Task instructions. Return all lines in the data where the string "made" can be found.
··· Entries supplied ···
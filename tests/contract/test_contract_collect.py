"""Collectors on a real PostgreSQL server: bulk, once, in order, from several processes at a time."""

import os
import random
import signal
import time

import pytest
from sqlalchemy import select
from store_records import make_run

from auditd.errors import StoreHeld
from auditd.store.collect import collect_runs
from auditd.store.engine import open_engine
from auditd.store.lock import Holder
from auditd.store.migrate import open_or_make
from auditd.store.runs import ConfigRows, count_runs, give_arrivals, insert_runs, stored_runs
from auditd.store.tables import configs, runs
from auditd.store.verify import verify_store


@pytest.fixture
def engine(postgres_url):
    """An engine on a new store on the server."""
    made = open_or_make(postgres_url)
    yield made
    made.dispose()


def collect(engine, batch):
    with engine.begin() as connection:
        return collect_runs(connection, [(run, True) for run in batch], landed_us=7)


def test_what_is_collected_comes_back_as_inserted_runs_do(engine):
    """Every kind of field through COPY, with configurations kept once."""
    odd = make_run(
        3, id="tab\tback\\slash \N{SNOWMAN}\nline", seed="1" * 40, sequence=-5, status=None, started=None,
        responses={"a": float("nan"), "b": float("-inf"), "c": 0.1 + 0.2}, metadata={"x": ["\t", None]},
        cell={"mesh": 1, "s": "a\nb\\"}, completed=False,
    )  # fmt: skip
    collected = collect(engine, [make_run(1), odd, make_run(2)])
    assert (collected.n_new, collected.n_seen_before, collected.rewritten) == (3, 0, ())
    with engine.begin() as connection:
        taken = list(give_arrivals(connection, 0))
        assert repr([stored.run for stored in taken]) == repr([make_run(1), odd, make_run(2)])
        assert [(stored.arrival, stored.landed_us, stored.ordered) for stored in taken] == [
            (0, 7, True),
            (1, 7, True),
            (2, 7, True),
        ]


def test_the_order_of_a_batch_is_the_order_of_arrival(engine):
    """Whatever the order of the ids, by which they are inserted."""
    numbers = random.Random(4).sample(range(1000), 300)
    collect(engine, [make_run(number) for number in numbers])
    with engine.begin() as connection:
        assert [stored.run.id for stored in give_arrivals(connection, 0)] == [
            f"r{number}" for number in numbers
        ]


def test_repeats_are_passed_over_and_rewrites_refused(engine):
    """Within a batch and between batches, as the auditor's own insertion does."""
    other = make_run(1, responses={"error": 9.0})
    within = collect(engine, [make_run(1), make_run(1), other, make_run(2)])
    assert (within.n_new, within.n_seen_before) == (2, 1)
    between = collect(engine, [other, make_run(2), make_run(3)])
    assert (between.n_new, between.n_seen_before) == (1, 1)
    for collected in (within, between):
        [refusal] = collected.rewritten
        assert (refusal.kind, refusal.id, refusal.path) == ("rewrite", "r1", other.path)
    with engine.begin() as connection:
        assert [stored.run.digest for stored in give_arrivals(connection, 0)] == [
            make_run(number).digest for number in (1, 2, 3)
        ]
    assert collect(engine, []).n_new == 0


def test_the_auditors_own_rows_and_the_collectors_do_not_collide(engine):
    """Both draw their rows from the server's sequence."""
    for number in range(0, 40, 2):
        with engine.begin() as connection:
            insert_runs(
                connection, [(make_run(number), True)], landed_us=1, config_rows=ConfigRows(),
                first_arrival=count_runs(connection).next_arrival,
            )  # fmt: skip
        assert collect(engine, [make_run(number + 1)]).n_new == 1
        with engine.begin() as connection:
            assert len(list(give_arrivals(connection, count_runs(connection).next_arrival))) == 1
    with engine.connect() as connection:
        assert [stored.run.id for stored in stored_runs(connection)] == [f"r{number}" for number in range(40)]


N_COLLECTORS = 4
N_EACH = 10_000
N_A_BATCH = 1000
N_SHARED = 500
"""Of its runs each collector has so many in common with all others, in another order."""


def collector(url, number):
    """Collect own runs and shared ones in batches, as one machine's process would."""
    engine = open_engine(url)
    own = [make_run(number * N_EACH + k) for k in range(N_EACH - N_SHARED)]
    shared = [make_run(10_000_000 + k) for k in range(N_SHARED)]
    mixed = own + shared
    random.Random(number).shuffle(mixed)
    began = time.monotonic()
    for start in range(0, N_EACH, N_A_BATCH):
        collect(engine, mixed[start : start + N_A_BATCH])
    engine.dispose()
    return time.monotonic() - began


def forked(action, *arguments):
    pid = os.fork()
    if pid == 0:
        code = 1
        try:
            action(*arguments)
            code = 0
        finally:
            os._exit(code)
    return pid


@pytest.mark.slow
def test_four_collectors_and_an_auditor_take_every_run_once(postgres_url, record_property):
    """Runs in common neither deadlock nor come twice; one collector is killed and does its work again."""
    open_or_make(postgres_url).dispose()
    began = time.monotonic()
    pids = [forked(collector, postgres_url, number) for number in range(N_COLLECTORS)]
    victim = forked(collector, postgres_url, 0)
    engine = open_engine(postgres_url)
    n_taken, expected = 0, N_COLLECTORS * (N_EACH - N_SHARED) + N_SHARED
    with Holder(postgres_url, engine):
        while n_taken < expected and time.monotonic() - began < 120:
            with engine.begin() as connection:
                n_taken += len(list(give_arrivals(connection, n_taken)))
            if victim and n_taken > expected / 4:
                os.kill(victim, signal.SIGKILL)
                os.waitpid(victim, 0)
                victim = 0
    rate = n_taken / (time.monotonic() - began)
    assert [os.waitpid(pid, 0)[1] for pid in pids] == [0] * N_COLLECTORS
    with engine.connect() as connection:
        counts = count_runs(connection)
        n_configs = len(connection.execute(select(configs.c.row)).all())
        arrivals = connection.execute(select(runs.c.arrival).order_by(runs.c.arrival)).scalars().all()
    engine.dispose()
    assert (counts.n, counts.n_arrived, n_taken) == (expected, expected, expected)
    assert arrivals == list(range(expected))
    assert n_configs == 6
    assert verify_store(postgres_url) == []
    record_property("runs_per_s", rate)
    print(f"\n{N_COLLECTORS} collectors and one auditor took {rate:,.0f} runs/s")


def test_the_auditors_right_passes_on_when_its_process_is_killed(engine, postgres_url):
    """By the end of its connection; until then the second is refused with the first's name."""
    read, write = os.pipe()

    def hold():
        own = open_engine(postgres_url)
        with Holder(postgres_url, own):
            os.write(write, b"!")
            time.sleep(60)

    pid = forked(hold)
    os.read(read, 1)
    with pytest.raises(StoreHeld, match=f"runaudit {pid} on "), Holder(postgres_url, engine):
        pass
    os.kill(pid, signal.SIGKILL)
    os.waitpid(pid, 0)
    os.close(read)
    os.close(write)
    deadline = time.monotonic() + 10
    while True:
        try:
            with Holder(postgres_url, engine) as holder:
                assert holder.holds()
                break
        except StoreHeld:
            assert time.monotonic() < deadline
            time.sleep(0.1)


def test_a_restarted_server_takes_the_right_away_and_it_can_be_taken_again(postgres_server, postgres_url):
    """`holds` tells it, and the engine reconnects by itself."""
    engine = open_or_make(postgres_url)
    with Holder(postgres_url, engine) as holder:
        collect(engine, [make_run(1)])
        postgres_server.restart()
        assert not holder.holds()
        holder.take_again()
        assert holder.holds()
        assert collect(engine, [make_run(1), make_run(2)]).n_new == 1
    engine.dispose()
···
Expected answer.
    made = open_or_make(postgres_url)
    yield made
    made.dispose()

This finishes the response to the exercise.